Section 1983 of Title 42 of the United States Code authorizes a person such as Plaintiff to seek redress for a violation of his federal civil rights by a person who was acting under color of state law. Section 1983 provides in relevant part:
Every person who, under color of any statute, ordinance, regulation, custom, or usage, of any State or Territory . . . subjects, or causes to be subjected, any citizen of the United States or other person within the jurisdiction thereof to the deprivation of any rights, privileges, or immunities secured by the Constitution and laws, shall be liable to the party injured in an action at law, suit in equity, or other proper proceeding for redress.42 U.S.C. § 1983.

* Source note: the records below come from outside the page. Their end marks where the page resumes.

def test_a_warm_start_that_leaves_few_test_pairs_says_so(tmp_path):
    # a trial warm-started with sessions as units: every session holding a pair the earlier run learned stays in
    # training whole, and the test slice shrank to 1,392 of 20,376 pairs without a word
    from towers.data.splits import TrainedBefore

    df = pd.DataFrame({"u": np.repeat(np.arange(100), 6), "i": np.random.default_rng(3).integers(0, 50, 600),
                       "s": np.repeat(np.arange(300), 2), "t": np.arange(600)})
    df.to_parquet(tmp_path / "log.parquet")
    raw = {"interactions": {"path": str(tmp_path / "log.parquet"), "query_column": "u", "candidate_column": "i",
                            "group_column": "s", "time_column": "t"},
           "evaluation": {"split": "user_recent", "test_fraction": 0.3, "validation_fraction": 0.0, "baseline": False}}
    cfg = C.resolve(raw, tmp_path)
    learned = df[df["s"] % 3 != 2].drop_duplicates("s")  # one pair of each user's first two sessions
    before = TrainedBefore(np.arange(100), np.arange(50), learned["u"].to_numpy(), learned["i"].to_numpy())
    data = prepare(cfg, trained_before=before)
    assert any(n.startswith("warm start: only 0.0% of the other pairs are test pairs (test_fraction 0.3)")
               for n in data.notes), data.notes
    assert not any("warm start: only" in n for n in prepare(cfg).notes)  # a fresh start holds out its share
    # user_last holds out last_n units a user, not test_fraction of them: no share to fall short of
    last = cfg.with_section("evaluation", split="user_last")
    assert not any("warm start: only" in n for n in prepare(last, trained_before=before).notes)


def test_zero_targets_under_the_softmax_are_warned(tmp_path):
    # the softmax is the default loss: a 0/1 label column that used to train logistic now teaches nothing on its 0s
    rng = np.random.default_rng(6)
    pd.DataFrame({"u": rng.integers(0, 30, 400), "i": rng.integers(0, 20, 400),
                  "y": (rng.random(400) < 0.3).astype(float)}).to_parquet(tmp_path / "log.parquet")
    raw = {"interactions": {"path": str(tmp_path / "log.parquet"), "query_column": "u", "candidate_column": "i",
                            "target_column": "y"}, "evaluation": {"baseline": False}}
    zeros = int((pd.read_parquet(tmp_path / "log.parquet")["y"] == 0).sum())
    said = [n for n in prepare(C.resolve(raw, tmp_path)).notes if "target 0" in n]
    assert said == [f"warning: {zeros:,} rows have target 0: the softmax learns from each row's own item against the "
                    "others, so a 0 row teaches nothing; where 0 means shown but not chosen, set training.loss: "
                    "logistic, which learns from it"]
    raw["training"] = {"loss": "logistic"}
    assert not [n for n in prepare(C.resolve(raw, tmp_path)).notes if "target 0" in n]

To recover under 42 U.S.C. § 1983, a plaintiff must show two elements: (1) a person deprived him or caused him to be deprived of a right secured by the Constitution or laws of the United States, and (2) the deprivation was done under color of state law. See West v. Atkins, 487 U.S. 42, 48 (1988); Adickes v. S.H. Kress Co., 398 U.S. 144, 152 (1970); Sample v. Diecks, 885 F.2d 1099, 1107 (3d Cir. 1989).
Plaintiff's federal claims against Public Defenders Collins and Godby fail as a matter of law because these Defendants were not acting under color of state law. "Although a private [person] may cause a deprivation of . . . a right, [she] may be subjected to liability under § 1983 only when [she] does so under color of law." Mark v. Borough of Hatboro, 51 F.3d 1137, 1141 (3d Cir. 1995) (quoting Flagg Brothers, Inc. v. Brooks, 436 U.S. 149, 156 (1978)). In Polk County v. Dodson, 454 U.S. 312 (1981), the Supreme Court held that a public defender, although paid and ultimately supervised by the state, does not act under color of state law when performing the traditional functions of counsel to a criminal defendant. See also Angelico v. Lehigh Valley Hospital, Inc., 184 F.3d 268, 277 (3d Cir. 1999) (private attorneys were not acting under color of state law when they issued subpoenas); Black v. Bayer, 672 F.2d 309 (3d Cir. 1982) (private attorney representing criminal defendant under court appointment is not acting under color of state law). Here, Plaintiff seeks damages and injunctive relief against Defendants for allegedly failing to file a timely direct appeal from a judgment in a criminal proceeding. Because the acts and omissions complained of concern the traditional functions of a criminal defense attorney, these Defendants were not acting under color of state law, and the Complaint fails to state a claim under 42 U.S.C. § 1983 against them.
IV. CONCLUSION
For the reasons set forth above, the Court grants Plaintiff's application to proceed in forma pauperis and dismisses the Complaint.
The Court will enter an appropriate Order.